**** EXERCISE DATA ****

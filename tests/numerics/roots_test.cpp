#include <gtest/gtest.h>
#include <annulet/core/diagnostics.hpp>
#include <annulet/numerics/roots.hpp>

#include <cmath>
#include <limits>
#include <numbers>

namespace annulet {
namespace {

using Complex = std::complex<double>;

TEST(BracketedRoot, ZerosOfKnownFunctions) {
    EXPECT_NEAR(bracketed_root([](double x) { return std::cos(x); }, 0, 3), std::numbers::pi / 2, 1e-15);
    // x tan x = 1: Abramowitz & Stegun 1964, table 4.20, first root 0.86033.
    EXPECT_NEAR(bracketed_root([](double x) { return x * std::tan(x) - 1; }, 0.1, 1.5), 0.86033, 5e-6);
    EXPECT_EQ(bracketed_root([](double x) { return x; }, 0, 1), 0);
}

TEST(BracketedRoot, FaultsCarryValues) {
    EXPECT_THROW(bracketed_root([](double x) { return x * x + 1; }, -1, 1), NumericalError);
    const auto hole = [](double x) {
        return std::abs(x - 0.3) < 0.29 ? std::numeric_limits<double>::quiet_NaN() : x - 0.3;
    };
    EXPECT_THROW(bracketed_root(hole, 0, 1), NumericalError);
}

TEST(Minimum, OfAParabolaAndAmongMany) {
    const Minimum parabola = local_minimum([](double x) { return (x - 2) * (x - 2) + 3; }, 0, 5);
    EXPECT_NEAR(parabola.x, 2, 1e-7);
    EXPECT_NEAR(parabola.value, 3, 1e-13);
    const Minimum lowest = sampled_minimum([](double x) { return std::cos(x) + 0.01 * x; }, 0, 20, 40);
    EXPECT_NEAR(lowest.x, std::numbers::pi - std::asin(-0.01) - 0.02, 1e-6);  // sin x = 0.01 near pi
    const Minimum edge = sampled_minimum([](double x) { return x; }, 1, 2, 10);
    EXPECT_NEAR(edge.x, 1, 1e-7);
}

TEST(ComplexRoot, NewtonAndMullerAgreeOnAPolynomial) {
    const auto f = [](Complex z) { return z * z * z - 1.0; };
    const auto slope = [](Complex z) { return 3.0 * z * z; };
    const Complex exact = std::polar(1.0, 2 * std::numbers::pi / 3);
    EXPECT_LT(std::abs(newton_root(f, slope, {-0.4, 1}) - exact), 1e-15);
    EXPECT_LT(std::abs(muller_root(f, {-0.4, 1}, {-0.5, 1}, {-0.45, 0.8}) - exact), 1e-14);
}

// Muller's parabola has complex zeros, so real starting values reach z^2 = -1.
TEST(ComplexRoot, MullerLeavesTheRealAxis) {
    const Complex z = muller_root([](Complex x) { return x * x + 1.0; }, 0.5, 1, 2);
    EXPECT_LT(std::abs(z * z + 1.0), 1e-14);
}

TEST(ComplexRoot, NoConvergenceThrows) {
    const auto f = [](Complex z) { return std::exp(z); };
    EXPECT_THROW(newton_root(f, f, 0.0), NumericalError);
    EXPECT_THROW(muller_root([](Complex) { return Complex(1); }, 0, 1, 2), NumericalError);
}

}  // namespace
}  // namespace annulet
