#include "support/thin_loop.hpp"

#include <gtest/gtest.h>
#include <annulet/core/constants.hpp>
#include <annulet/numerics/contour.hpp>
#include <annulet/numerics/quadrature.hpp>

#include <cmath>
#include <vector>

#include "support/reference_values.hpp"

namespace annulet::test {
namespace {

using Complex = std::complex<double>;
using constants::pi;

ThinLoop loop_of(double b_over_a, double gap_over_a) {
    return {1, 1 / b_over_a, gap_over_a / b_over_a};
}

// Closed-form coefficients against direct quadrature of the tube kernel: the closed form neglects (a/b)^2 ln(b/a).
TEST(ThinLoop, KernelCoefficientsAgreeWithQuadrature) {
    for (const double b_over_a : {24.0, 120.0})
        for (const Complex kb : {Complex(0.1), Complex(1.1), Complex(3.3), Complex(1.0, 0.15)}) {
            const Eigen::VectorXcd a = loop_coefficients(kb, b_over_a, 8);
            const double bound = 3 * std::log(8 * b_over_a) / (b_over_a * b_over_a);
            std::vector<Complex> kernel;
            for (int n = 0; n <= 8; ++n) kernel.push_back(loop_kernel_by_quadrature(kb, b_over_a, n));
            for (std::size_t n = 1; n < 8; ++n) {
                const auto order = static_cast<double>(n);
                const Complex exact = kb / 2.0 * (kernel[n + 1] + kernel[n - 1]) - order * order / kb * kernel[n];
                EXPECT_LT(std::abs(a(static_cast<Eigen::Index>(n)) - exact),
                          bound * (std::abs(kb) + order * order / std::abs(kb)))
                    << kb << ", " << n;
            }
        }
}

// Order 32 comes from the power series just below kb = 1.5 and from quadrature just above.
TEST(ThinLoop, SeriesContinuesQuadrature) {
    const Eigen::VectorXcd series = loop_coefficients(1.5 - 1e-14, 50, 40);
    const Eigen::VectorXcd quadrature = loop_coefficients(1.5 + 1e-14, 50, 40);
    for (int n = 28; n < 40; ++n) EXPECT_LT(std::abs(series(n) - quadrature(n)), 1e-10) << n;
}

// Radiation resistance of uniform current, Foster, Proc. IRE 32, 1944.
TEST(ThinLoop, UniformCurrentRadiatesAsFosterFound) {
    for (const auto& entry : reference_values("loop_uniform")) {
        const Complex a0 = loop_coefficients(entry.geometry("kb"), 1000, 1)(0);
        const double resistance = (Complex(0, constants::eta0_ohm * pi) * a0).real();
        EXPECT_NEAR(resistance, entry.real("R_exact"), 1e-6 * resistance) << entry.id();
    }
}

// Twenty times the terms change nothing.
TEST(ThinLoop, SeriesHasConverged) {
    for (const double kb : {0.5, 1.1, 2.5}) {
        const ThinLoop loop = loop_of(288, 2);
        const double f = loop.frequency_hz(kb);
        const Eigen::VectorXcd current = loop_current(loop, f, 250000);
        Complex mean = 0;
        for (int n = 0; n < current.size(); ++n) {
            const double half_angle = n * loop.gap_m / 2;
            mean += (n == 0 ? 1.0 : std::sin(half_angle) / half_angle) * current(n);
        }
        EXPECT_LT(std::abs(loop_impedance(loop, f) * mean - 1.0), 1e-6) << kb;
    }
}

// The table's own series stops short of its limit by up to 6e-5 next to antiresonance (12,000 instead of all terms
// for the shortest gap of the thinnest wire), elsewhere by less than 1e-5.
TEST(ThinLoop, ImpedanceTable) {
    for (const auto& entry : reference_values("loop_impedance")) {
        for (const auto& [key, gap_over_a] : {std::pair{"Z_gap1a", 1.0}, {"Z_gap2a", 2.0}, {"Z_gap8a", 8.0}}) {
            const ThinLoop loop = loop_of(entry.geometry("b_over_a"), gap_over_a);
            const Complex z = loop_impedance(loop, loop.frequency_hz(entry.geometry("kb")));
            const Complex exact = entry.complex(key);
            EXPECT_LT(std::abs(z - exact), 7e-5 * std::abs(exact)) << entry.id() << " " << key << z << exact;
        }
    }
}

TEST(ThinLoop, ResonanceTable) {
    for (const auto& entry : reference_values("loop_resonance")) {
        const ThinLoop loop = loop_of(entry.geometry("b_over_a"), 2);
        const double f = loop_resonance_hz(loop);
        EXPECT_NEAR(loop.kb(f), entry.real("kb"), 1e-5) << entry.id();
        EXPECT_NEAR(loop_impedance(loop, f).real(), entry.real("R"), 1e-3) << entry.id();
        EXPECT_NEAR(loop_axis_directivity(loop, f), entry.real("D_axis"), 1e-5) << entry.id();
    }
}

// The natural mode of the closed ring by Muller's method and by a contour integral that knows nothing of it.
TEST(ThinLoop, NaturalModeIsTheOnlyOneNearby) {
    for (const int n : {1, 2}) {
        const Complex kb = ring_natural_kb(50, n);
        const auto t = [n](Complex x) -> Eigen::MatrixXcd {
            return Eigen::MatrixXcd::Constant(1, 1, loop_coefficients(x, 50, n + 1)(n));
        };
        const auto found = contour_eigenvalues(t, 1, {Complex(n, 0.15), 0.3, 0.3}, {.nodes = 60, .most_moments = 3});
        ASSERT_EQ(found.size(), 1u);
        EXPECT_LT(std::abs(found[0].value - kb), 1e-9);
        EXPECT_GT(kb.imag(), 0);
    }
}

// Q = |omega| / 2 |sigma| of the mode against (omega/2R) dX/domega of its own impedance (Yaghjian & Best, IEEE Trans.
// Antennas Propag. 53, 2005); they differ in the order 1/Q^2.
TEST(ThinLoop, ModeDecaysAsItsBandwidthSays) {
    for (const double b_over_a : {1e3, 1e5}) {
        const Complex kb = ring_natural_kb(b_over_a, 1);
        const double resonance = ring_resonance_kb(b_over_a, 1);
        const double h = 1e-5;
        const auto impedance = [&](double x) { return Complex(0, 1) * loop_coefficients(x, b_over_a, 2)(1); };
        const double slope = (impedance(resonance + h).imag() - impedance(resonance - h).imag()) / (2 * h);
        const double bandwidth_q = resonance * slope / (2 * impedance(resonance).real());
        const double mode_q = std::abs(kb) / (2 * kb.imag());
        EXPECT_NEAR(bandwidth_q / mode_q, 1, 2 / (mode_q * mode_q)) << mode_q;
    }
}

}  // namespace
}  // namespace annulet::test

****

YOUR OBJECTIVE: Please report how many lines in the records above contain the word "support", and give nothing but the number.

REPLY TO THE EXERCISE: 2